How You Can Tell Your Dog Is In Pain
Seeing our pups in pain can lead to feelings of helplessness. We want nothing more than to assist them and make their pain go away. But, oftentimes, it’s quite difficult to tell if dogs are in pain since they don’t speak our language. While there are some more apparent signs of a dog in pain (like limping), the symptoms aren’t always so obvious. Dogs will partake in particular behaviors that may seem subtle but could hint at them being in some sort of pain. Below are six symptoms that may be a sign that your four-legged pal is in pain.
1.) Heavy Panting
Panting is a pretty typical behavior for dogs. Dogs tend to pant more heavily when they’re partaking in exercise or when they’re outside in the heat. But, when your dog engages in heavy panting even though she hasn’t been exercising or outside in the heat, it may be a sign that your pup is stressed from the pain that they are in. If your dog begins panting heavily out of nowhere, it’s probably best you and your dog visit the veterinarian.
2.) Excessive Grooming
Cats aren’t the only ones that lick to clean themselves. It’s actually normal for dogs to lick and groom themselves like their pet counterparts. However, it’s not normal for licking and grooming to become an obsessive behavior. Dogs in pain tend to lick their paws constantly in an attempt to alleviate their pain. When dogs get hurt, they typically tend to care for the wound by licking it to clean it. This doesn’t only happen when dogs get visible wounds, but when they have internal pain, as well. If you begin to notice your pet engaging in excessive self-grooming, it may be wise to take a trip to the vet.
3.) Lack Of An Appetite
Like humans, dogs don’t eat when they aren’t feeling well. If your pup usually eats well and you notice they start refusing to eat, then that may be a sign of underlying issues, including dental problems, liver problems, kidney problems or even cancer.

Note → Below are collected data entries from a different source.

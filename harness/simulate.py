"""One full-PDE run of a case at one parameter point: discretise, start, integrate, classify.

This is the pure task behind `rdcheck simulate` and every run of a validation: plain inputs in, a
:class:`Simulation` out. Numerical failure is an outcome (`diverged`, `unsettled`), never an exception.
"""

from __future__ import annotations

import time
from collections.abc import Mapping, Sequence
from dataclasses import dataclass

import numpy as np

from .case import Case
from .equilibria import baseline_hss
from .errors import InputError
from .model import Model

__all__ = ["Simulation", "Start", "mass_drift", "parse_start", "simulate"]

START_KINDS = ("pulse", "noise")


@dataclass(frozen=True)
class Start:
    """How a run starts from the baseline HSS: a pulse of signed height, or noise of an amplitude."""

    kind: str
    value: float

    def __post_init__(self) -> None:
        if self.kind not in START_KINDS:
            msg = f"`kind` must be one of {', '.join(START_KINDS)}, got {self.kind!r}"
            raise ValueError(msg)

    def label(self) -> str:
        """``pulse:H`` / ``noise:A``, as on the command line."""
        return f"{self.kind}:{self.value:g}"


def parse_start(text: str) -> Start:
    """Read ``pulse:HEIGHT`` or ``noise:AMPLITUDE`` (the `--start` option)."""
    kind, sep, value = text.partition(":")
    try:
        number = float(value)
    except ValueError:
        number = float("nan")
    if not sep or kind not in START_KINDS or not np.isfinite(number) or (kind == "noise" and number <= 0):
        msg = f"`--start`: expected pulse:HEIGHT or noise:AMPLITUDE (amplitude > 0), got {text!r}"
        raise InputError(msg)
    return Start(kind, number)


@dataclass(frozen=True)
class Simulation:
    """What one run produced, with what it was run on."""

    params: dict[str, float]
    start: Start
    dim: int
    shape: str
    size: tuple[float, ...]
    resolution: int
    method: str
    hss: np.ndarray
    outcome: object  # solvers.classify.Outcome
    run: object  # solvers.stepping.RunResult
    coords: np.ndarray
    mass_drift: float | None
    wall: float
    polish: dict | None = None
    stable: bool | None = None

    def to_json(self, species: Sequence[str]) -> dict:
        """The `simulate --json` object: `outcome`, `t_final`, `mass_drift`, and more."""
        o = self.outcome
        return {
            "outcome": o.outcome,
            "t_final": float(self.run.t_final),
            "mass_drift": self.mass_drift,
            "reason": o.reason,
            "period": o.period,
            "features": None if o.features is None else o.features.to_dict(),
            "status": self.run.status,
            "message": self.run.message,
            "start": self.start.label(),
            "dim": self.dim,
            "domain": {"shape": self.shape, "size": list(self.size)},
            "resolution": self.resolution,
            "nodes": int(self.coords.shape[0]),
            "method": self.method,
            "hss": {s: float(v) for s, v in zip(species, self.hss)},
            "params": dict(self.params),
            "steps": int(self.run.nsteps),
            "rejected": int(self.run.nrejected),
            "wall_seconds": self.wall,
            "polish": self.polish,
            "stable": self.stable,
        }


def mass_drift(conservation: np.ndarray, weights: np.ndarray, u0: np.ndarray, u: np.ndarray) -> float | None:
    """Largest relative drift of a conserved total ``sum_i w_i * weights @ u_i`` over a run; None if none."""
    w = np.asarray(conservation, dtype=float)
    if w.size == 0 or not np.all(np.isfinite(u)):
        return None if w.size == 0 else float("inf")
    t0 = w @ (u0 @ weights)
    t1 = w @ (u @ weights)
    scale = np.maximum(np.abs(t0), np.abs(w) @ (np.abs(u0) @ weights))
    return float(np.max(np.abs(t1 - t0) / np.where(scale > 0, scale, 1.0)))


def _discretisation(case: Case, dim: int, resolution: int | None):
    from solvers.fem import make_discretisation

    domain = case.domain.for_dim(dim)
    cells = resolution or (case.solver.cells_1d if dim == 1 else case.solver.cells_2d)
    method = "p1" if domain.shape == "disk" else case.solver.method
    return make_discretisation(domain.shape, domain.size, cells, method=method), domain, cells, method


def _initial_state(case: Case, model: Model, disc, hss: np.ndarray, start: Start) -> np.ndarray:
    from solvers.starts import noise_state, pulse_state

    try:
        if start.kind == "noise":
            seed = case.noise.seed if case.noise is not None else 1
            return noise_state(disc, hss, start.value, seed)
        pulse = case.pulse
        if pulse is None:
            msg = f"{case.path}: `starts.pulse`: missing (needed for a pulse start)"
            raise InputError(msg)
        idx = [model.species.index(s) for s in pulse.species]
        compensate = model.conservation if pulse.compensate and len(model.conservation) else None
        return pulse_state(disc, hss, idx, start.value, pulse.width, pulse.where, compensate=compensate)
    except ValueError as exc:
        msg = f"{case.path}: `--start {start.label()}`: {exc}"
        raise InputError(msg) from None


def find_baseline(case: Case, model: Model, params: Mapping[str, float]) -> np.ndarray:
    """The baseline HSS at ``params`` (nearest the case's guess), or an InputError naming the guess."""
    kin = model.kinetics(params)
    guess = np.array([case.guess[s] for s in model.species])
    eq = baseline_hss(kin, guess)
    if eq is None:
        msg = f"{case.path}: `baseline.guess`: no homogeneous steady state found near it at {dict(params)}"
        raise InputError(msg)
    return eq.state


def simulate(case: Case, model: Model, params: Mapping[str, float], start: Start, *, dim: int = 1,
             resolution: int | None = None, observers: Sequence[object] = (), hss: np.ndarray | None = None,
             ) -> Simulation:
    """Run the full PDE from the baseline HSS plus ``start`` and classify the outcome."""
    from solvers.classify import Tolerances, classify
    from solvers.settle import SettleRule
    from solvers.stepping import integrate

    t0 = time.perf_counter()
    kin = model.kinetics(params)
    hss = find_baseline(case, model, params) if hss is None else np.asarray(hss, dtype=float)
    disc, domain, cells, method = _discretisation(case, dim, resolution)
    u0 = _initial_state(case, model, disc, hss, start)
    sol = case.solver
    settle = SettleRule(tol=sol.settle_tol, window=sol.settle_window)
    run = integrate(disc, kin.diffusion, kin.reaction, kin.jacobian, u0, sol.t_end, rtol=sol.rtol, atol=sol.atol,
                    settle=settle, snapshots=sol.snapshots, observers=observers)
    tol = Tolerances.from_solver(sol.rtol, sol.atol, settle_tol=sol.settle_tol, settle_window=sol.settle_window)
    outcome = classify(disc, run.u, run.history, hss, run.status, tol)
    drift = mass_drift(model.conservation, disc.weights, u0, run.u)
    settled = outcome.outcome in ("baseline", "other-uniform", "stationary-pattern")
    polished, stable = None, None
    if sol.polish and settled:
        polished = _polish(disc, kin, model, u0, run.u)
    if sol.stability and settled and disc.lumped:
        stable = _stable(disc, kin, model, run.u)
    return Simulation(params=dict(params), start=start, dim=dim, shape=domain.shape, size=domain.size,
                      resolution=cells, method=method, hss=hss, outcome=outcome, run=run, coords=disc.coords,
                      mass_drift=drift, wall=time.perf_counter() - t0, polish=polished, stable=stable)


def _polish(disc, kin, model: Model, u0: np.ndarray, u: np.ndarray) -> dict:
    """Newton on the discrete steady equations (conserved totals of the start held); a summary for JSON."""
    from solvers.settle import polish

    rows = model.conservation if len(model.conservation) else None
    totals = None if rows is None else rows @ (u0 @ disc.weights)
    res = polish(disc, kin.diffusion, kin.reaction, kin.jacobian, u, rows, totals)
    change = float(np.max(np.abs(res.u - u)) / max(float(np.max(np.abs(u))), 1e-300))
    return {"success": bool(res.success), "residual": float(res.residual), "iterations": int(res.iterations),
            "relative_change": change if res.success else None, "message": res.message}


def _stable(disc, kin, model: Model, u: np.ndarray) -> bool:
    """Stability of a settled final state: rightmost eigenvalues of the sparse Jacobian (shift-invert Arnoldi),
    the conserved zero modes removed."""
    from solvers.stability import is_stable
    from solvers.system import MolSystem

    jac = MolSystem(disc, kin.diffusion, kin.reaction, kin.jacobian).jac(0.0, u.ravel())
    conserved = None
    if len(model.conservation):
        conserved = np.stack([np.kron(w, disc.weights) for w in model.conservation], axis=1)
    return bool(is_stable(jac, conserved=conserved, margin=1e-8))


class ProgressBar:
    """A tqdm bar over simulated time on stderr; it appears only for runs longer than a couple of seconds."""

    def __init__(self, label: str = "run", delay: float = 2.0) -> None:
        self.label, self.delay, self.bar, self.t = label, delay, None, 0.0

    def initialize(self, state, info) -> None:
        from tqdm import tqdm

        self.bar = tqdm(total=float(info["t_end"]), desc=self.label, unit="t", delay=self.delay, leave=False,
                        bar_format="{desc}: {percentage:3.0f}%|{bar}| t={n:.4g}/{total:.4g} [{elapsed}<{remaining}]")

    def handle(self, state, t: float) -> None:
        self.bar.update(float(t) - self.t)
        self.t = float(t)

    def finalize(self, info) -> None:
        self.bar.close()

4.) Differences In Sleeping Patterns
Dogs will sleep a lot more than usual when they’re experiencing pain because they’re trying to recuperate or heal, especially when it becomes too hard to move around.
5.) Unusually Aggressive Behavior
When animals are injured, many of them will tend to go into protection mode and will want you to stay away because they’re concerned you’ll hurt them. If your pup growls at you seemingly unwarranted, it may be because he’s concerned you will touch him where he’s hurting.
6.) Changes In Their Eyes
Dogs with eye pain will noticeably squint or will have noticeably smaller pupils. The opposite holds true when dogs have pain in other parts of their body as their pupils will become larger.